We call these symbols "embeddings" or "representations" in a vector or tensor
space... but these symbols may not have any known or readily interpretable
human meaning. People who are uneducated in basic vector (and tensor) math may
have difficulty understanding how this is possible, but it's a fact.

For example, the ELMo embedding of a particular word in a sentence is a
_symbol_ that represents the complex syntax, semantics, and polysemy of that
word given its location and use in the text.[a] Similarly, a trained WaveNet
model represents a sequence of text as a (fairly large) tensor embedding that
encodes the information necessary for generating the corresponding speech;
this embedding is a _symbol_ too.[b] As a final example, the next-to-last
layer's embedding of an image processed through a trained Detectron model
contains representations of every identified object in the image; those
representations are _symbols_ too.[c]

Moreover, the kind of automatic differentiation that is necessary for training
deep learning models with backprop reduces into _manipulation of symbols in a
tree_ , viewed through the right lens. Witness, for example, the recent work
done by Mike Innes et al for the Julia language.[d] We could very well be in
the early stages of adoption of "deep differentiable programming" for a
growing number of cognitive tasks that might not be solvable via _human_
manipulation of symbols.

The challenge for deep learning going forward, as Bengio says and Marcus
quotes, is in figuring out how to " _extend_ it to do things like reasoning,
learning, causality, and exploring the world."[e] As far as I can tell,
everyone in the field already agrees on these goals; many researchers _are_
thinking about and wondering how it might be possible to pursue them.

Does Marcus understand this? His complaining about the "lack of symbols" is...
misguided, I think.

[a] [https://allennlp.org/elmo](https://allennlp.org/elmo)
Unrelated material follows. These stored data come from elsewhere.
import { readdirSync, readFileSync } from 'node:fs';
import { dirname, join, normalize, relative } from 'node:path';
import { fileURLToPath } from 'node:url';
import ts from 'typescript';
import { describe, expect, it } from 'vitest';

const root = fileURLToPath(new URL('../..', import.meta.url));

interface Import {
  readonly from: string;
  /** Path from the root for a file of the project, else the package's name. */
  readonly to: string;
  readonly isOwn: boolean;
  readonly isTypeOnly: boolean;
}

function filesBelow(folder: string): readonly string[] {
  return readdirSync(join(root, folder), { recursive: true, encoding: 'utf8' })
    .filter((path) => /\.tsx?$/.test(path) && !path.endsWith('.d.ts') && !path.includes('generated'))
    .map((path) => join(folder, path));
}

function isTypeOnly(node: ts.ImportDeclaration | ts.ExportDeclaration): boolean {
  if (ts.isExportDeclaration(node)) return node.isTypeOnly;
  const clause = node.importClause;
  if (!clause) return false;
  if (clause.phaseModifier === ts.SyntaxKind.TypeKeyword) return true;
  const named = clause.namedBindings;
  return (
    !clause.name &&
    named !== undefined &&
    ts.isNamedImports(named) &&
    named.elements.every((element) => element.isTypeOnly)
  );
}

/** Every import and re-export of a file, read by the TypeScript parser. */
function importsOf(file: string): readonly Import[] {
  const source = ts.createSourceFile(
    file,
    readFileSync(join(root, file), 'utf8'),
    ts.ScriptTarget.Latest,
    true,
  );
  return source.statements.flatMap((node) => {
    if (!(ts.isImportDeclaration(node) || ts.isExportDeclaration(node))) return [];
    const specifier = node.moduleSpecifier;
    if (!specifier || !ts.isStringLiteral(specifier)) return [];
    const name = specifier.text;
    const isOwn = name.startsWith('.') || name.startsWith('@/');
    const to = name.startsWith('@/')
      ? name.slice(2)
      : isOwn
        ? relative('.', normalize(join(dirname(file), name)))
        : name;
    return [{ from: file, to, isOwn, isTypeOnly: isTypeOnly(node) }];
  });
}

const importsBelow = (folder: string) => filesBelow(folder).flatMap(importsOf);
const words = ({ from, to }: Import): string => `${from} → ${to}`;

/** Packages the compiler may use: pure ones, for what is not its own subject. */
const COMPILER_PACKAGES = new Set([
  'yaml',
  'ajv',
  'sarif',
  'canonicalize',
  'fastest-levenshtein',
  '@marcbachmann/cel-js',
  '@noble/hashes/sha2.js',
  '@noble/hashes/utils.js',
]);

describe('import directions', () => {
  it('keeps the compiler pure: nothing but itself and its listed packages', () => {
    const strange = importsBelow('compiler').filter(({ to, isOwn }) =>
      isOwn ? !to.startsWith('compiler/') : !COMPILER_PACKAGES.has(to),
    );
    expect(strange.map(words)).toEqual([]);
  });

  it('lets nothing in the compiler read a clock, chance or the environment', () => {
    const impure = filesBelow('compiler').filter((file) =>
      /\bMath\.random\b|\bDate\.now\b|\bnew Date\b|\bperformance\.|\bprocess\.|\bfetch\(|\bnew Function\b|\beval\(/.test(
        readFileSync(join(root, file), 'utf8'),
      ),
    );
    expect(impure).toEqual([]);
  });

  it('lets the rest of the project enter the compiler by its door alone', () => {
    const sides = ['app', 'components', 'db', 'bin'].flatMap(importsBelow);
    const through = sides.filter(
      ({ to, isOwn }) => isOwn && to.startsWith('compiler/') && to !== 'compiler/index',
    );
    expect(through.map(words)).toEqual([]);
  });

  it('lets components know neither data nor pages, only what the API agrees on', () => {
    const strange = importsBelow('components').filter(
      ({ to, isOwn }) =>
        isOwn &&
        (to.startsWith('db/') || (to.startsWith('app/') && !to.startsWith('app/api/v1/_contracts/'))),
    );
    expect(strange.map(words)).toEqual([]);
  });

  it('lets the data know the compiler by its types alone, and no pages', () => {
    const strange = importsBelow('db').filter(
      ({ to, isOwn, isTypeOnly: typeOnly }) =>
        (isOwn &&
          (to.startsWith('app/') ||
            to.startsWith('components/') ||
            (to.startsWith('compiler') && !typeOnly))) ||
        /^(next|react)/.test(to),
    );
    expect(strange.map(words)).toEqual([]);
  });

  it('lets pages and routes ask operations, never the database', () => {
    const strange = importsBelow('app').filter(
      ({ from, to, isOwn }) =>
        !from.startsWith('app/_server/') && ((isOwn && to.startsWith('db/')) || to === 'knex' || to === 'pg'),
    );
    expect(strange.map(words)).toEqual([]);
  });

  it('has no ring among the compiler’s modules', () => {
    const edges = new Map<string, readonly string[]>();
    for (const file of filesBelow('compiler')) {
      edges.set(
        file.replace(/\.tsx?$/, ''),
        importsOf(file)
          .filter(({ isOwn, isTypeOnly: typeOnly }) => isOwn && !typeOnly)
          .map(({ to }) => to),
      );
    }
    const state = new Map<string, 'open' | 'done'>();
    const rings: string[] = [];
    const walk = (file: string, path: readonly string[]): void => {
      if (state.get(file) === 'done') return;
      if (state.get(file) === 'open') {
        rings.push([...path.slice(path.indexOf(file)), file].join(' → '));
        return;
      }
      state.set(file, 'open');
      for (const next of edges.get(file) ?? []) walk(next, [...path, file]);
      state.set(file, 'done');
    };
    for (const file of edges.keys()) walk(file, []);
    expect(rings).toEqual([]);
  });
});
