import type { StageContext } from '../expand/StageContext';
import { readSceneFrame } from '../expand/sceneFrame';
import { mirrorPoint } from '../expand/sides';
import { orderByReads } from '../order/orderByReads';
import type { Vec3 } from '../rig/Rig';
import type { Recipe } from '../schema/generated/recipeTypes';
import type { Path } from '../syntax/types';
import type { EvaluatedLandmark, EvaluatedRecipe } from './EvaluatedRecipe';
import { Evaluator, type LandmarkValue, type Wanted } from './Evaluator';
import { expressionFindings } from './findings';
import { readParameters } from './readParameters';

/** Collections whose entries may hold expressions. */
const COLLECTIONS = [
  'parts',
  'chains',
  'controls',
  'solvers',
  'constraints',
  'drivers',
  'geometry',
  'skins',
  'shapes',
  'guide_lines',
] as const;
/** Keys whose text value is a point when it is an expression. */
const POINT_KEYS: ReadonlySet<string> = new Set([
  'at',
  'right',
  'toward',
  'bend',
  'heel',
  'ball',
  'toe',
  'inner',
  'outer',
  'look',
  'crown',
  'along',
  'from',
  'to',
]);
/** Keys whose list holds whole points, where a text is one of them. */
const POINT_LIST_KEYS: ReadonlySet<string> = new Set(['points', 'via', 'tips']);
/** Keys of maps of such lists. */
const POINT_MAP_KEYS: ReadonlySet<string> = new Set(['digits']);
/** Keys with words for people, which are never expressions. */
const PROSE_KEYS: ReadonlySet<string> = new Set(['note', 'title', 'mesh', 'morph', 'labels']);

class RecipeEvaluator {
  readonly #landmarks = new Map<string, EvaluatedLandmark | null>();
  readonly #evaluator: Evaluator;
  readonly #left: Vec3;

  constructor(
    private readonly source: Recipe,
    private readonly context: StageContext,
    params: Readonly<Record<string, number>>,
    left: Vec3,
  ) {
    this.#left = left;
    const names = Object.keys(source.landmarks ?? {});
    this.#evaluator = new Evaluator(context, params, names, (name) => this.#landmarkValue(name));
  }

  evaluate(): EvaluatedRecipe {
    const names = Object.keys(this.source.landmarks ?? {});
    const { order, rings } = orderByReads(names, (name) => this.#landmarksRead(name));
    for (const ring of rings) this.#reportRing(ring);
    for (const name of order) this.#landmarks.set(name, this.#landmark(name));
    const landmarks: Record<string, EvaluatedLandmark> = {};
    for (const name of names) {
      const landmark = this.#landmarks.get(name);
      if (landmark) landmarks[name] = landmark;
      else this.context.poisoned.add(`landmarks/${name}`);
    }
    const evaluated: Record<string, unknown> = { ...this.source, landmarks };
    for (const collection of COLLECTIONS) {
      const entries = this.source[collection];
      if (entries) evaluated[collection] = this.#collection(collection, entries);
    }
    return evaluated as unknown as EvaluatedRecipe;
  }

  #collection(
    collection: string,
    entries: Readonly<Record<string, unknown>>,
  ): Readonly<Record<string, unknown>> {
    const evaluated: Record<string, unknown> = {};
    for (const [id, entry] of Object.entries(entries)) {
      const place = `${collection}/${id}`;
      const value = this.#value(entry, [collection, id], id);
      if (value === null) this.context.poisoned.add(place);
      else evaluated[id] = value;
    }
    return evaluated;
  }

  /** A copy of a value with its expressions worked out; null when one of them failed. Unchanged values are shared. */
  #value(value: unknown, path: Path, key: string): unknown {
    if (typeof value === 'string') {
      if (!value.startsWith('=') || PROSE_KEYS.has(key)) return value;
      return this.#evaluator.evaluate(value, path, this.#wantedAt(path, key));
    }
    if (Array.isArray(value)) {
      const items = value.map((item: unknown, index) => this.#value(item, [...path, index], key));
      return items.includes(null) ? null : items;
    }
    if (typeof value !== 'object' || value === null) return value;
    const copy: Record<string, unknown> = {};
    let failed = false;
    for (const [name, item] of Object.entries(value)) {
      const evaluated = this.#value(item, [...path, name], name);
      if (evaluated === null) failed = true;
      copy[name] = evaluated;
    }
    return failed ? null : copy;
  }

  #wantedAt(path: Path, key: string): Wanted {
    const isListItem = typeof path[path.length - 1] === 'number';
    if (isListItem) {
      // A text in `points` stands for a whole point; a text in a list of three numbers for one of them.
      const holdsPoints = POINT_LIST_KEYS.has(key) || POINT_MAP_KEYS.has(String(path[path.length - 3]));
      return holdsPoints && typeof path[path.length - 2] !== 'number' ? 'point' : 'number';
    }
    return POINT_KEYS.has(key) ? 'point' : 'number';
  }

  #landmarksRead(name: string): readonly string[] {
    const { at, right } = this.source.landmarks?.[name] ?? {};
    return [at, right]
      .flat()
      .filter((item) => typeof item === 'string' && item.startsWith('='))
      .flatMap((item) => this.#evaluator.landmarksRead(item as string));
  }

  /** A landmark whose own landmarks are worked out; on a ring some are not, so that it has no value. */
  #landmark(name: string): EvaluatedLandmark | null {
    const source = this.source.landmarks?.[name];
    if (!source) return null;
    const path = ['landmarks', name];
    const at = this.#value(source.at, [...path, 'at'], 'at') as Vec3 | null;
    const right =
      source.right === undefined
        ? undefined
        : (this.#value(source.right, [...path, 'right'], 'right') as Vec3 | null);
    if (at === null || right === null) return null;
    return { at, ...(source.side ? { side: source.side } : {}), ...(right ? { right } : {}) };
  }

  #landmarkValue(name: string): LandmarkValue | null {
    const landmark = this.#landmarks.get(name);
    if (!landmark) return null;
    const { at, side } = landmark;
    const right = landmark.right ?? (side === 'left' ? mirrorPoint(at, this.#left) : at);
    return { x: at[0], y: at[1], z: at[2], right: { x: right[0], y: right[1], z: right[2] } };
  }

  #reportRing(ring: readonly string[]): void {
    const { document, findings } = this.context;
    const places = ring.slice(0, -1).map((name) => ({
      span: document.spanAt(['landmarks', name, 'at']),
      label: `"${name}" is worked out here`,
    }));
    const [first, ...related] = places;
    if (!first) return;
    const words = ring.map((name) => `"${name}"`).join(' → ');
    findings.report(expressionFindings, 'expression-ring', first.span, { ring: words }, { related });
  }
}

/**
 * Works out every expression of a recipe for the given parameter values. An entry with an expression that fails is
 * left out and added to the poisoned ones; its finding stands at the expression.
 */
export function evaluateRecipe(
  recipe: Recipe,
  given: Readonly<Record<string, number>>,
  context: StageContext,
): EvaluatedRecipe {
  const params = readParameters(recipe, given, context);
  const { left } = readSceneFrame(recipe.scene, context);
  return new RecipeEvaluator(recipe, context, params, left).evaluate();
}
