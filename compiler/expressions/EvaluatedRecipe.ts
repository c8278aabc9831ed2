import type { Vec3 } from '../rig/Rig';
import type { Recipe } from '../schema/generated/recipeTypes';

/**
 * A value after expressions. Numbers that could be expressions are numbers, points three numbers; names stay names.
 * Amounts keep their text, because that names an attribute and is no expression.
 */
type Evaluated<T, Raw = AmountKey> = [number | string] extends [T]
  ? number
  : T extends readonly [unknown, unknown, unknown]
    ? Vec3
    : T extends readonly (infer Item)[]
      ? readonly Evaluated<Item, Raw>[]
      : T extends object
        ? { readonly [K in keyof T]: EvaluatedField<K, T[K], Raw> }
        : T;

type AmountKey = 'blend' | 'stretch' | 'swing' | 'bias' | 'volume' | 'roll' | 'bank' | 'break' | 'weight';

type EvaluatedField<K, V, Raw> = K extends Raw ? V : K extends 'toward' | 'bend' ? Vec3 : Evaluated<V, Raw>;

/** A landmark with its points as numbers. */
export interface EvaluatedLandmark {
  readonly at: Vec3;
  readonly side?: 'left' | 'centre';
  readonly right?: Vec3;
}

/** A recipe in which every expression has been replaced by its value. */
export type EvaluatedRecipe = Omit<Evaluated<Recipe>, 'params' | 'landmarks' | 'notes' | 'parts'> & {
  /** Parts have numbers where primitives have amounts. */
  readonly parts?: Evaluated<Recipe['parts'], never>;
  readonly params?: Recipe['params'];
  readonly landmarks?: Readonly<Record<string, EvaluatedLandmark>>;
  readonly notes?: Recipe['notes'];
};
[b] [https://deepmind.com/blog/wavenet-generative-model-raw-
audio...](https://deepmind.com/blog/wavenet-generative-model-raw-audio/)

[c]
[https://research.fb.com/downloads/detectron/](https://research.fb.com/downloads/detectron/)

[d] [https://julialang.org/blog/2018/12/ml-language-
compiler](https://julialang.org/blog/2018/12/ml-language-compiler)

[e]
[https://twitter.com/GaryMarcus/status/1065280340669816832](https://twitter.com/GaryMarcus/status/1065280340669816832)

------
mrcoder111
A symbol is just a frozen weight in a neural network.